Supplied entries:

-- Opening Marker --

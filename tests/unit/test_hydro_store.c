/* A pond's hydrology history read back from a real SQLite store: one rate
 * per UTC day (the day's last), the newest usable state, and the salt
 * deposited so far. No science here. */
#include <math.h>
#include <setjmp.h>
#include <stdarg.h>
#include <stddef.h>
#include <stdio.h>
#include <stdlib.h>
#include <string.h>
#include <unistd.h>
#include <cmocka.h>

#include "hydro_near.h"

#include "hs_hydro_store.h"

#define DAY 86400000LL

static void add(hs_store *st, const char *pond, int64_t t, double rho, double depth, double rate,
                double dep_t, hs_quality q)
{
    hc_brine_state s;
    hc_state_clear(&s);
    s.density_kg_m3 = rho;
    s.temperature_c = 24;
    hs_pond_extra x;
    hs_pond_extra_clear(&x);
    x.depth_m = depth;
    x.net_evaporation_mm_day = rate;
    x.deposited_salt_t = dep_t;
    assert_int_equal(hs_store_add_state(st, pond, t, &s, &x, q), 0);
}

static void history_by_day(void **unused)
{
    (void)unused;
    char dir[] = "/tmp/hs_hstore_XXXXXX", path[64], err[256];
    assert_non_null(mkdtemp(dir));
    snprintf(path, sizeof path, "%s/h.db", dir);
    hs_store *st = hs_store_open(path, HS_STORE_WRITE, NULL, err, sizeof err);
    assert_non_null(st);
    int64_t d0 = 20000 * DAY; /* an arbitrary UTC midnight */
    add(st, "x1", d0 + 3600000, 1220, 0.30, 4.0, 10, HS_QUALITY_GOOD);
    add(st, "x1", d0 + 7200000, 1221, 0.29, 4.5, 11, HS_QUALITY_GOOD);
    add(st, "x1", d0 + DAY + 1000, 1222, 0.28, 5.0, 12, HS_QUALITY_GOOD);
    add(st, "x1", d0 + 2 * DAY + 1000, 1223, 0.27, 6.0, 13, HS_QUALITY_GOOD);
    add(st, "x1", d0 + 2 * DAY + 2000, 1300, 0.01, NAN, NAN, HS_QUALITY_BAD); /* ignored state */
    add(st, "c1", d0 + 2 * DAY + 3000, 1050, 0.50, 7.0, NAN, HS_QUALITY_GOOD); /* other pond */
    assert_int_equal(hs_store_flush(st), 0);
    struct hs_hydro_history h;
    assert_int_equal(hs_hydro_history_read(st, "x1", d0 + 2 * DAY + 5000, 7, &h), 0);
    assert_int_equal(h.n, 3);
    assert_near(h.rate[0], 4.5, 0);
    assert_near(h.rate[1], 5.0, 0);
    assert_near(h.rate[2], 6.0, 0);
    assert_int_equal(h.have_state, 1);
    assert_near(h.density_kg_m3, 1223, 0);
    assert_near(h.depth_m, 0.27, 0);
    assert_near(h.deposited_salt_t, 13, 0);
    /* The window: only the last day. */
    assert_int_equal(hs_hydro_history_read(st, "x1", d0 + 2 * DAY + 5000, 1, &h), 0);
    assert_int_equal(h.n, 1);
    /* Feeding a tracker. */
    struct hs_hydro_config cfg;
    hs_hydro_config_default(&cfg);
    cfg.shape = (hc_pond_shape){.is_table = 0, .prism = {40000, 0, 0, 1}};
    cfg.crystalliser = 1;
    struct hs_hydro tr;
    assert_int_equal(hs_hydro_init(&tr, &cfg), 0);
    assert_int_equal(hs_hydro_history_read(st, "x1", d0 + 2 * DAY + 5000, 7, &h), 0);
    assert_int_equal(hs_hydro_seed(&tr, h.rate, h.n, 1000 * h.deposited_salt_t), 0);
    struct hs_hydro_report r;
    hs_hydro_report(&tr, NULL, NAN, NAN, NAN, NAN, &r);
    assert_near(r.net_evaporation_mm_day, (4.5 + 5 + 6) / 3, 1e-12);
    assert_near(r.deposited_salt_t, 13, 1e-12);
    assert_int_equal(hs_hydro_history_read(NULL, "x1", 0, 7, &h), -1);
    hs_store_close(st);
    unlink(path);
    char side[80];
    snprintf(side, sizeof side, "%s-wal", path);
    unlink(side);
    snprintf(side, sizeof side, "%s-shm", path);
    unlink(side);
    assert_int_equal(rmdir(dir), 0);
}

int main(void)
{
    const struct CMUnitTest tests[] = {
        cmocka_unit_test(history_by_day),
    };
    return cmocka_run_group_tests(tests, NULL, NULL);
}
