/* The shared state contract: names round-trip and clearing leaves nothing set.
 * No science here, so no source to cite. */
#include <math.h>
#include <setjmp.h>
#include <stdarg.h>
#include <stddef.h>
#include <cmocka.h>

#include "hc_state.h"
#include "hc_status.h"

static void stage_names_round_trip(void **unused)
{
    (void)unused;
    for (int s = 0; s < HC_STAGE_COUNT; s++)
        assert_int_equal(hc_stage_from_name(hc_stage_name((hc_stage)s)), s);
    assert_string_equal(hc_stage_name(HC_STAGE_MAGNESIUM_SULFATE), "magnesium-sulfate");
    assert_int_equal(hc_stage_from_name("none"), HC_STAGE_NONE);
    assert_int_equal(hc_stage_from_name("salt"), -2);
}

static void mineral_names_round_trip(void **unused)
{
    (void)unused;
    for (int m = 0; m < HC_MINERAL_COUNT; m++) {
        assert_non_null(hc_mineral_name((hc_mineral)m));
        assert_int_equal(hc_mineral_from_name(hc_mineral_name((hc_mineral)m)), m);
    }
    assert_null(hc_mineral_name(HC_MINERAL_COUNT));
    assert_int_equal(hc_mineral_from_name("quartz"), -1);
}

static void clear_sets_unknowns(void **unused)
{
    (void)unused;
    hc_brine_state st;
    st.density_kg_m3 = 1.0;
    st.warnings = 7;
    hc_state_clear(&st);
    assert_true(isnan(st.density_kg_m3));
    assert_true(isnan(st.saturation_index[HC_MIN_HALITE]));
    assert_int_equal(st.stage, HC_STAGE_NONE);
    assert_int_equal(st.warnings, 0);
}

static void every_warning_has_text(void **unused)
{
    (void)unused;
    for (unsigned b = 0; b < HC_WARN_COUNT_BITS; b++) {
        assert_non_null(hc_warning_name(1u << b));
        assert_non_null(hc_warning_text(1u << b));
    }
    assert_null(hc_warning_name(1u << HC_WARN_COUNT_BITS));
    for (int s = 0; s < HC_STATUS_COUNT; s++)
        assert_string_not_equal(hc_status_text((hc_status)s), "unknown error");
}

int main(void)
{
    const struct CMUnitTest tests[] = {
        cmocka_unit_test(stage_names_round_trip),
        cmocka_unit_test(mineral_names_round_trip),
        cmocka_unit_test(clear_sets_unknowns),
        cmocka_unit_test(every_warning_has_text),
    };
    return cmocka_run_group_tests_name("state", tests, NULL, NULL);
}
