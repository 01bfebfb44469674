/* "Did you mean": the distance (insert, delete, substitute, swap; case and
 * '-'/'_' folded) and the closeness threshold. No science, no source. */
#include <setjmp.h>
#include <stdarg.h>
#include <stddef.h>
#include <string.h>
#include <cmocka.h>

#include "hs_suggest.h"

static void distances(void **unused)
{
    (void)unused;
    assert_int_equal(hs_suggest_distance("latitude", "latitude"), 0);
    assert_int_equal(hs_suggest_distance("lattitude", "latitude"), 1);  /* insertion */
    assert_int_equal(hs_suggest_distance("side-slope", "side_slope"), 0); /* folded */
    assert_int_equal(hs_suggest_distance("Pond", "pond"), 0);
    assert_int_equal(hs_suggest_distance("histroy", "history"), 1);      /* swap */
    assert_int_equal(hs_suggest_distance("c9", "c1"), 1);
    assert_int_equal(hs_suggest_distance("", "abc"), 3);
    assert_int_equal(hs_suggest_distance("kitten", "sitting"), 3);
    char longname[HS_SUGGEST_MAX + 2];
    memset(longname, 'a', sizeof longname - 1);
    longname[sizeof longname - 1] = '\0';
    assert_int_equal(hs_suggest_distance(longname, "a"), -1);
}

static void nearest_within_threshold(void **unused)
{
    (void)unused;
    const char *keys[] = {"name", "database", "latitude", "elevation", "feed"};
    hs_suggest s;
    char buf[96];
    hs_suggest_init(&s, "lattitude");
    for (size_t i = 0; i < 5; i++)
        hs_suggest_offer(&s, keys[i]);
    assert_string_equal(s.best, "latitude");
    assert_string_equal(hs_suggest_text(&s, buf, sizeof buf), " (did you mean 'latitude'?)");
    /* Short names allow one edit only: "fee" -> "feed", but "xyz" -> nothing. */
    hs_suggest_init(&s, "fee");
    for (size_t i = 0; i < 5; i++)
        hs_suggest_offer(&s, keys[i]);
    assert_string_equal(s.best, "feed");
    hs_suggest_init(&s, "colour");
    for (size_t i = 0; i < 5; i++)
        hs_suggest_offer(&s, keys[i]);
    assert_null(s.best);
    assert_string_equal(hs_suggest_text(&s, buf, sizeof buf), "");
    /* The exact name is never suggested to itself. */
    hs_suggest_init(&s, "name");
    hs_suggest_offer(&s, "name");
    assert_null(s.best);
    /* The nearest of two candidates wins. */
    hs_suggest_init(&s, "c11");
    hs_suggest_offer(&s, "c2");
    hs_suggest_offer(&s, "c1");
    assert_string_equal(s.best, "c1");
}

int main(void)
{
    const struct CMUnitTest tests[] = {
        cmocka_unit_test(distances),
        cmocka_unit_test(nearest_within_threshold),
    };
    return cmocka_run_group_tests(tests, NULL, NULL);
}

-- Closing Marker --

Task item: Within the material above, extract exactly the lines that start at the line containing "struct hs_hydro_report r;" and stop after the line containing "for (int m = 0;", and only those.

Task response:
    struct hs_hydro_report r;
    hs_hydro_report(&tr, NULL, NAN, NAN, NAN, NAN, &r);
    assert_near(r.net_evaporation_mm_day, (4.5 + 5 + 6) / 3, 1e-12);
    assert_near(r.deposited_salt_t, 13, 1e-12);
    assert_int_equal(hs_hydro_history_read(NULL, "x1", 0, 7, &h), -1);
    hs_store_close(st);
    unlink(path);
    char side[80];
    snprintf(side, sizeof side, "%s-wal", path);
    unlink(side);
    snprintf(side, sizeof side, "%s-shm", path);
    unlink(side);
    assert_int_equal(rmdir(dir), 0);
}

int main(void)
{
    const struct CMUnitTest tests[] = {
        cmocka_unit_test(history_by_day),
    };
    return cmocka_run_group_tests(tests, NULL, NULL);
}
/* The shared state contract: names round-trip and clearing leaves nothing set.
 * No science here, so no source to cite. */
#include <math.h>
#include <setjmp.h>
#include <stdarg.h>
#include <stddef.h>
#include <cmocka.h>

#include "hc_state.h"
#include "hc_status.h"

static void stage_names_round_trip(void **unused)
{
    (void)unused;
    for (int s = 0; s < HC_STAGE_COUNT; s++)
        assert_int_equal(hc_stage_from_name(hc_stage_name((hc_stage)s)), s);
    assert_string_equal(hc_stage_name(HC_STAGE_MAGNESIUM_SULFATE), "magnesium-sulfate");
    assert_int_equal(hc_stage_from_name("none"), HC_STAGE_NONE);
    assert_int_equal(hc_stage_from_name("salt"), -2);
}

static void mineral_names_round_trip(void **unused)
{
    (void)unused;
    for (int m = 0; m < HC_MINERAL_COUNT; m++) {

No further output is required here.